[Stored items]
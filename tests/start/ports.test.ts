import { mkdtempSync, rmSync, writeFileSync } from 'node:fs';
import { createServer } from 'node:net';
import type { AddressInfo, Server } from 'node:net';
import { tmpdir } from 'node:os';
import { join } from 'node:path';
import { afterEach, beforeEach, expect, it } from 'vitest';
import { choosePort, freePort, isFree, rememberedPort, rememberPort } from '../../server/start/ports';

let folder: string;
let taken: Server;
let takenPort: number;
beforeEach(async () => {
  folder = mkdtempSync(join(tmpdir(), 'brimline-ports-'));
  taken = createServer();
  await new Promise<void>((resolve) => taken.listen(0, '127.0.0.1', resolve));
  takenPort = (taken.address() as AddressInfo).port;
});
afterEach(async () => {
  await new Promise((resolve) => taken.close(resolve));
  rmSync(folder, { recursive: true, force: true });
});

it('tells a free port from a taken one', async () => {
  expect(await isFree(takenPort)).toBe(false);
  expect(await isFree(await freePort())).toBe(true);
});

it('takes the remembered port before the preferred one', async () => {
  const [remembered, preferred] = [await freePort(), await freePort()];
  rememberPort(folder, 'http', remembered);
  expect(await choosePort(folder, 'http', preferred)).toBe(remembered);
});

it('takes the preferred port the first time and remembers it', async () => {
  const preferred = await freePort();
  expect(await choosePort(folder, 'http', preferred)).toBe(preferred);
  expect(rememberedPort(folder, 'http')).toBe(preferred);
});

it('takes another port when both are in use, and remembers that', async () => {
  rememberPort(folder, 'http', takenPort);
  const port = await choosePort(folder, 'http', takenPort);
  expect(port).not.toBe(takenPort);
  expect(rememberedPort(folder, 'http')).toBe(port);
});

it('keeps the ports of other names', () => {
  rememberPort(folder, 'http', 4480);
  rememberPort(folder, 'postgres', 40_001);
  expect(rememberedPort(folder, 'http')).toBe(4480);
  expect(rememberedPort(folder, 'postgres')).toBe(40_001);
});

it.each(['not json', '{"http":"4480"}', '{"http":0}', '{"http":70000}', '{"http":44.5}', 'null'])(
  'remembers nothing from a spoilt memory: %s',
  (text) => {
    writeFileSync(join(folder, 'ports.json'), text);
    expect(rememberedPort(folder, 'http')).toBeUndefined();
  },
);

- [Goal of the exercise]:
Reproduce the records above exactly, starting with the line that contains "const port = await" and ending with the last line.

- [Task output]:
  const port = await choosePort(folder, 'http', takenPort);
  expect(port).not.toBe(takenPort);
  expect(rememberedPort(folder, 'http')).toBe(port);
});

it('keeps the ports of other names', () => {
  rememberPort(folder, 'http', 4480);
  rememberPort(folder, 'postgres', 40_001);
  expect(rememberedPort(folder, 'http')).toBe(4480);
  expect(rememberedPort(folder, 'postgres')).toBe(40_001);
});

it.each(['not json', '{"http":"4480"}', '{"http":0}', '{"http":70000}', '{"http":44.5}', 'null'])(
  'remembers nothing from a spoilt memory: %s',
  (text) => {
    writeFileSync(join(folder, 'ports.json'), text);
    expect(rememberedPort(folder, 'http')).toBeUndefined();
  },
);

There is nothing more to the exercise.